Will home values tank post pandemic?

Inflation, deflation, stagflation and disinflation are in play, according to experts.

Is your home’s value headed down a slippery slope?

Or, will your home value balloon, making that asset worth more than you could have hoped?

Or, maybe stay at a standstill?

I asked experts to weigh in what is to come for housing and mortgages, employment and the overall economy.

Mark Zandi, chief economist at Moody’s Analytics thinks high unemployment will put pressure on home prices later this year, despite help the market is getting from record low mortgage rates, government forbearance and low housing inventory.

“Home prices will be flat,” Zandi said. “If lawmakers don’t pass laws to assist in the next few weeks, we could be back into a recession.”

Assuming the pandemic ends, Zandi sees the inflation rate at 1- 2% with the national home price index rising 4%.

“The average stay in a home is 10 years” said Zandi. “Southern California home prices will increase 5% (a year) from the 2019 to 2029 timeline.”

Zandi estimates mortgage lending will total $2.8 trillion in 2020. Compare that to 2003, when lending totaled a record $3.5 trillion. Somewhere between 2023, 2024 and 2025 Zandi sees mortgage rates back to the 5% range.

Lending Tree Chief Economist Tendayi Kapfidze expects disinflation to occur over the next few years. About one out of every three U.S. workers, or 56 million, filed unemployment claims since the beginning of the pandemic.

“There will be significant, permanent changes to the economy, 6-7% unemployment compared to 3.5% pre-crisis,” said Kapfidze.

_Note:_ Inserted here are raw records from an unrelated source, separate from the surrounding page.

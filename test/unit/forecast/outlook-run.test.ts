import fc from 'fast-check';
import { describe, expect, it } from 'vitest';
import { DEFAULT_FIT_OPTIONS } from '@/lib/estimate/defaults';
import type { FitOptions } from '@/lib/estimate/types';
import { OUTCOMES } from '@/lib/forecast/outcomes';
import { createOutlookRun } from '@/lib/forecast/outlook-run';
import { type FitReport, fitReportSchema } from '@/lib/forecast/report';
import type { MonthlySeries } from '@/lib/series/types';
import { explainFailure } from '@/lib/services/explain';
import {
  COEXISTING,
  FIRST_MONTH,
  RIVAL_LOSES,
  simulateSeries,
  simulateWandering,
} from '../estimate/simulated-market';
import { anySeries, driveInSlices, ODD_SERIES } from './odd-series';

/** Milliseconds: a series that no market makes may take the engine to its limit of work. */
const SLOW = 60_000;

function finish(series: MonthlySeries, options: Partial<FitOptions> = {}) {
  return driveInSlices(createOutlookRun({ series, options: { ...DEFAULT_FIT_OPTIONS, ...options } }));
}

function reportOf(series: MonthlySeries, options: Partial<FitOptions> = {}): FitReport {
  const end = finish(series, options);
  if (!('report' in end)) throw new Error(`no report: ${end.failure}`);
  return end.report;
}

/** Every number of a report is finite, or the schema refuses it; the odds add to 1 and the bands are in order. */
function checkReport(report: FitReport): void {
  fitReportSchema.parse(report);
  const { odds, observations, levels } = report.outlook;
  expect(OUTCOMES.reduce((sum, outcome) => sum + odds[outcome], 0)).toBeCloseTo(1, 10);
  for (const series of [observations, levels]) {
    for (const bands of Object.values(series)) {
      bands.q50.forEach((middle, h) => {
        const row = [bands.q05[h], bands.q25[h], middle, bands.q75[h], bands.q95[h]];
        expect(row.every(Number.isFinite)).toBe(true);
        expect(row).toEqual([...row].sort((a, b) => a - b));
      });
    }
  }
}

const series = simulateSeries(RIVAL_LOSES, 36, 0.02, 7);
const report = reportOf(series);

describe('the report of a fit', () => {
  it('is whole and in order', () => {
    checkReport(report);
    expect(report.outlook.observations.focal.q50.length).toBe(DEFAULT_FIT_OPTIONS.horizonMonths);
    expect(report.outlook.firstMonth).toBe(FIRST_MONTH + 36);
    expect(report.history.focal.length).toBe(36);
    expect(report.outlook.decided).toBe('exclusionByFocal');
  });

  it('has history levels around the counts', () => {
    report.history.focal.forEach((level, t) => {
      // error 2 %: a count strays from its level by less than five sd
      expect(Math.abs(Math.log(series.focal[t]! / level!.q50))).toBeLessThan(0.1);
    });
  });

  it('has wider bands for counts than for levels', () => {
    const { observations, levels } = report.outlook;
    for (const h of [0, 11, 23]) {
      const width = (bands: typeof levels) => Math.log(bands.focal.q95[h] / bands.focal.q05[h]);
      expect(width(observations)).toBeGreaterThan(width(levels));
    }
  });

  it('exchanges the firms with the series, but for the luck of the draws', () => {
    const swapped = reportOf({ ...series, focal: series.rival, rival: series.focal });
    expect(
      Math.abs(swapped.outlook.odds.exclusionByRival - report.outlook.odds.exclusionByFocal),
    ).toBeLessThan(0.06);
    for (const h of [5, 23]) {
      const [one, other] = [report.outlook.levels.focal, swapped.outlook.levels.rival];
      const width = Math.log(one.q95[h] / one.q05[h]);
      // 400 effective draws fix a median to a tenth of the sd, a fortieth of the band
      expect(Math.abs(Math.log(one.q50[h] / other.q50[h]))).toBeLessThan(0.15 * width);
    }
    expect(swapped.outlook.overtaking.overtaker).not.toBe(report.outlook.overtaking.overtaker);
  });

  it('scales with the users and moves with the months', () => {
    const scaled = reportOf({
      firstMonth: FIRST_MONTH + 7,
      focal: series.focal.map((count) => 1000 * count!),
      rival: series.rival.map((count) => 1000 * count!),
    });
    expect(scaled.outlook.firstMonth).toBe(report.outlook.firstMonth + 7);
    expect(
      Math.abs(scaled.outlook.odds.exclusionByFocal - report.outlook.odds.exclusionByFocal),
    ).toBeLessThan(0.06);
    const ratio = scaled.outlook.levels.focal.q50[23] / report.outlook.levels.focal.q50[23];
    expect(Math.abs(ratio / 1000 - 1)).toBeLessThan(0.02);
  });

  it(
    'has bands that hold about 90 % of what comes',
    () => {
      let inside = 0;
      let all = 0;
      for (let seed = 1; seed <= 5; seed++) {
        const whole = simulateWandering(COEXISTING, 42, 0.03, 0.015, 100 + seed);
        const past = { ...whole, focal: whole.focal.slice(0, 30), rival: whole.rival.slice(0, 30) };
        const { observations } = reportOf(past, { horizonMonths: 12, seed }).outlook;
        for (let h = 0; h < 12; h++) {
          for (const firm of ['focal', 'rival'] as const) {
            const count = whole[firm][30 + h]!;
            if (count >= observations[firm].q05[h] && count <= observations[firm].q95[h]) inside++;
            all++;
          }
        }
      }
      // 10 paths whose months hang together: some 25 independent looks, sd 6 %
      expect(inside / all).toBeGreaterThan(0.72);
      expect(inside / all).toBeLessThanOrEqual(1);
    },
    SLOW,
  );
});

describe('any series', () => {
  it.each(ODD_SERIES)(
    '%s: ends with a whole report or a status, in short slices',
    (_, odd) => {
      checkEnd(finish(odd));
    },
    SLOW,
  );

  it(
    'whatever it holds: never throws, never gives a number that is none',
    () => {
      fc.assert(
        fc.property(anySeries, (any) => {
          checkEnd(finish(any));
        }),
        { numRuns: 5, seed: 1925 },
      );
    },
    SLOW,
  );
});

/** A whole report, or a code for which people get a sentence. */
function checkEnd(end: ReturnType<typeof finish>): void {
  if ('report' in end) checkReport(end.report);
  else expect(explainFailure(end.failure).what).not.toBe('');
}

He sees mortgage rates going down further this year, with the 30-year fixed mortgage rate below 3.5% by the end of 2021. The current inflation of assets and housing side assets are not sustainable, he said.

“There is a downside risk of home prices dropping 5% across the U.S. next year,” he added.

How long will the government continue to provide helicopter money, virtually dropping money from the sky to keep the economy afloat?

“We are in a period of stagflation right now — that is, slow growth with rising prices,” said Michael Pento, president and founder of Pento Portfolio Strategie.

Pento pointed out the U.S. has $74 trillion of total debt. The national debt is 130% of GDP. The Fed’s balance sheet was $800 million in 2008 and $7 trillion today.

In addition, the Treasury Department expects to borrow $4.5 trillion by the end of the fiscal year on Sept. 30, 3 ½ times last year’s total of $1.28 trillion.

At what point does printing U.S. currency become worthless?

“When the market for U.S. dollars loses faith in its purchasing power,” said Pinto.

Pento foresees the 10-year Treasury rate at sub-zero and 30-year mortgage rates dropping below 2%.

“Massive defaults are coming with corporate debt at the nucleus,” he said.

Another example Pento offers is today’s stock prices.

“Today, the market cap of equities is 177% of GDP. At the height of the Nasdaq bubble, it was 140%, said Pento. “It’s a ping pong of recession, depression and stagflation.”

While nobody expects a depression, whoever is president will need to continue to spend money, said Anil Puri, director of Cal-State Fullerton’s Wood Center for Economic Analysis and Forecasting.

“To alleviate short-term pain, money needs to be spent now,” he said.

Modeling of past statistics is not a good guide for this event. This is a black swan event.

In the near term, inflation will not be an issue.

“Inflation picks up in 2023, 2024,” Puri said.

Asset prices go up with inflation. There is no possibility of that happening in the next two years. Puri predicts mortgage rates will stay close to where they are now until the end of 2021, and unemployment will be 6% by the end of 2021.